Endoscopic ultrasonography had poor accuracy in early gastric cancer lesions larger than 2 cm, those with ulceration, and those with non-flat morphology, that is, lesions corresponding to the expanded criteria were more frequently overstaged by endoscopic ultrasonography.
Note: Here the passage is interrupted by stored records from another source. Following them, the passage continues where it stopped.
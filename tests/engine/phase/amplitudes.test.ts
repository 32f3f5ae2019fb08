import { expect, test } from 'vitest';
import { phaseJob, phasesOfEpoch } from '../../../workers/engine/phase/phases';
import { guardSamples } from '../../../workers/engine/phase/guard';
import { axesOf } from '../../../workers/engine/prepare/axes';
import { samplePlan, sampleRecording, secondRecording } from '../sample-plan';

const plan = samplePlan({ measure: 'weighted-phase-lag-index' });
const axes = axesOf(plan, [sampleRecording([]), secondRecording()]);
const guard = guardSamples(plan.phase, axes.frequenciesHz, axes.samplingRateHz);
const length = 101 + 2 * guard;

/** |z| of the first site at 10 Hz and each kept time, for a 10 Hz tone of this amplitude in uV. */
function amplitudesOf(amplitudeUv: number): number[] {
  const job = phaseJob(plan, axes, 1);
  const tone = Float64Array.from({ length }, (_, i) => amplitudeUv * Math.cos((Math.PI * i) / 5));
  const other = tone.map((value) => value / amplitudeUv);
  const phasors = new Float32Array(job.layout.byteLength / 4);
  phasesOfEpoch(job, [tone, other, other], 0, phasors, 'epoch');
  const { samplesPerEpoch } = job.layout;
  return axes.timesS.map((_, t) => Math.hypot(phasors[t], phasors[t + samplesPerEpoch]));
}

test('measures weighted by amplitude get half the amplitude of a tone, in uV, at any size', () => {
  for (const amplitude of [1e-30, 0.02, 50, 1e30]) {
    for (const found of amplitudesOf(amplitude)) {
      // A cosine is half of each of two rotating vectors; leakage of the other is below 1e-3.
      expect(Math.abs(found / amplitude - 0.5)).toBeLessThan(1e-3);
    }
  }
});

test.each([1e-200, 1e200])('an amplitude of %s uV is refused, naming site and remedy', (size) => {
  expect(() => amplitudesOf(size)).toThrow(/F3 has an amplitude of .* µV in epoch.*Mend/);
});
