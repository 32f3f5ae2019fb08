import type { Task } from '../task';
import { clusterTasks } from './clusters';
import { labelsTask } from './labels';
import { morletTask } from './morlet';
import { ordersTask } from './orders';
import { wholeTask } from './whole';

/** In the order of the table in kernels.md. */
export const tasks: Task[] = [labelsTask, ordersTask, ...clusterTasks, morletTask, wholeTask];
Such early gastric cancers should be carefully considered when staging by endoscopic ultrasonography before gastrectomy.

摘要

背景

准确分期早期胃癌的浸润深度(T 分期)对于确定治疗方式至关重要。内镜超声检查是评估 T 分期的可靠方法。然而,其诊断准确性存在差异。本研究旨在探讨影响早期胃癌内镜超声诊断准确性的临床病理因素。

方法

纳入接受内镜切除术或胃切除术的早期胃癌患者。通过比较内镜超声检查的 T 分期与切除标本的组织病理学结果,评估内镜超声检查的诊断准确性。根据内镜切除标准进行亚组分析。

结果

共纳入 223 例早期胃癌病变。内镜超声检查 T 分期的总体准确性为 66.4%。对于≤2cm 的病变,其诊断准确性明显高于 2-3cm(比值比 3.59)或>3cm(比值比 5.47)的病变。溃疡(比值比 2.62)或非平坦形态(比值比 2.94)的病变诊断准确性明显降低。对应绝对内镜切除标准的病变的内镜超声检查准确性明显高于对应扩展标准的病变(97.3% vs 71.9%,P=0.002)。在接受胃切除术治疗的被内镜超声检查高估的肿瘤中,93.3%符合扩展标准。

结论

内镜超声检查对大于 2cm、溃疡和非平坦形态的早期胃癌病变准确性较差,即对应扩展标准的病变更常被内镜超声检查高估。在胃切除术前进行 T 分期时,对于此类早期胃癌应仔细考虑。